Work order:
All lines after the one containing "[LoggerMessage(Level = LogLevel.Error, Message" are needed, along with that line itself. Please repeat them exactly through the end of the entries.

Exercise materials:

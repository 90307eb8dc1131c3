using System.Text.Json;
using Microsoft.AspNetCore.Diagnostics;
using Microsoft.AspNetCore.Mvc;
using Microsoft.EntityFrameworkCore;

namespace TeachServe.Server.Infrastructure;

/// <summary>
/// The one place where exceptions become responses: our own <see cref="ApiProblemException"/>, request-binding
/// failures and concurrency conflicts map to 4xx problem details; an unreachable database to 503 with
/// Retry-After; anything else is logged and answered with a generic 500 that carries a trace id but never a
/// stack trace.
/// </summary>
public sealed partial class ProblemDetailsExceptionHandler(
    IProblemDetailsService problemDetails,
    Health.ReadinessProbe readiness,
    ILogger<ProblemDetailsExceptionHandler> logger) : IExceptionHandler
{
    public async ValueTask<bool> TryHandleAsync(HttpContext httpContext, Exception exception, CancellationToken cancellationToken)
    {
        var http = httpContext;
        if (exception is OperationCanceledException && http.RequestAborted.IsCancellationRequested)
        {
            // The client went away; nobody is listening for a body.
            http.Response.StatusCode = 499;
            return true;
        }

        var problem = exception switch
        {
            ApiProblemException e => Problem(e.Status, e.Title, e.Message, e.Extensions),
            BadHttpRequestException e => Problem(e.StatusCode, TitleFor(e.StatusCode), ProblemText.Describe(e)),
            JsonException e => Problem(StatusCodes.Status400BadRequest, "Malformed JSON", ProblemText.Describe(e)),
            DbUpdateConcurrencyException => Problem(StatusCodes.Status409Conflict, "Conflict",
                "The resource was changed by another request; read it again and retry."),
            _ when DatabaseUnavailable.Is(exception) => Problem(StatusCodes.Status503ServiceUnavailable, "Database unavailable",
                "The database cannot be reached right now; nothing was changed by this request. Retry shortly."),
            _ => null,
        };
        if (problem?.Status == StatusCodes.Status503ServiceUnavailable)
        {
            readiness.Forget();
            LogDatabaseUnavailable(logger, http.Request.Method, http.Request.Path, exception.GetBaseException().Message);
            http.Response.Headers.RetryAfter = ((int)DatabaseUnavailable.RetryAfter.TotalSeconds).ToString(System.Globalization.CultureInfo.InvariantCulture);
        }
        if (problem is null)
        {
            LogUnhandled(logger, exception, http.Request.Method, http.Request.Path);
            problem = Problem(StatusCodes.Status500InternalServerError, "Server error",
                "An unexpected error occurred. The trace id identifies it in the server log.");
        }

        http.Response.StatusCode = problem.Status!.Value;
        return await problemDetails.TryWriteAsync(new ProblemDetailsContext
        {
            HttpContext = http,
            ProblemDetails = problem,
            Exception = exception,
        });
    }

    private static ProblemDetails Problem(int status, string title, string detail, IDictionary<string, object?>? extensions = null)
    {
        var p = new ProblemDetails { Status = status, Title = title, Detail = detail };
        if (extensions is not null)
            foreach (var (k, v) in extensions) p.Extensions[k] = v;
        return p;
    }

    private static string TitleFor(int status) => status switch
    {
        StatusCodes.Status413PayloadTooLarge => "Request too large",
        StatusCodes.Status415UnsupportedMediaType => "Unsupported media type",
        _ => "Bad request",
    };

    [LoggerMessage(Level = LogLevel.Warning, Message = "Database unavailable for {Method} {Path}: {Reason}")]
    private static partial void LogDatabaseUnavailable(ILogger logger, string method, string path, string reason);

    [LoggerMessage(Level = LogLevel.Error, Message = "Unhandled exception for {Method} {Path}")]
    private static partial void LogUnhandled(ILogger logger, Exception exception, string method, string path);
}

Written solution:
    [LoggerMessage(Level = LogLevel.Error, Message = "Unhandled exception for {Method} {Path}")]
    private static partial void LogUnhandled(ILogger logger, Exception exception, string method, string path);
}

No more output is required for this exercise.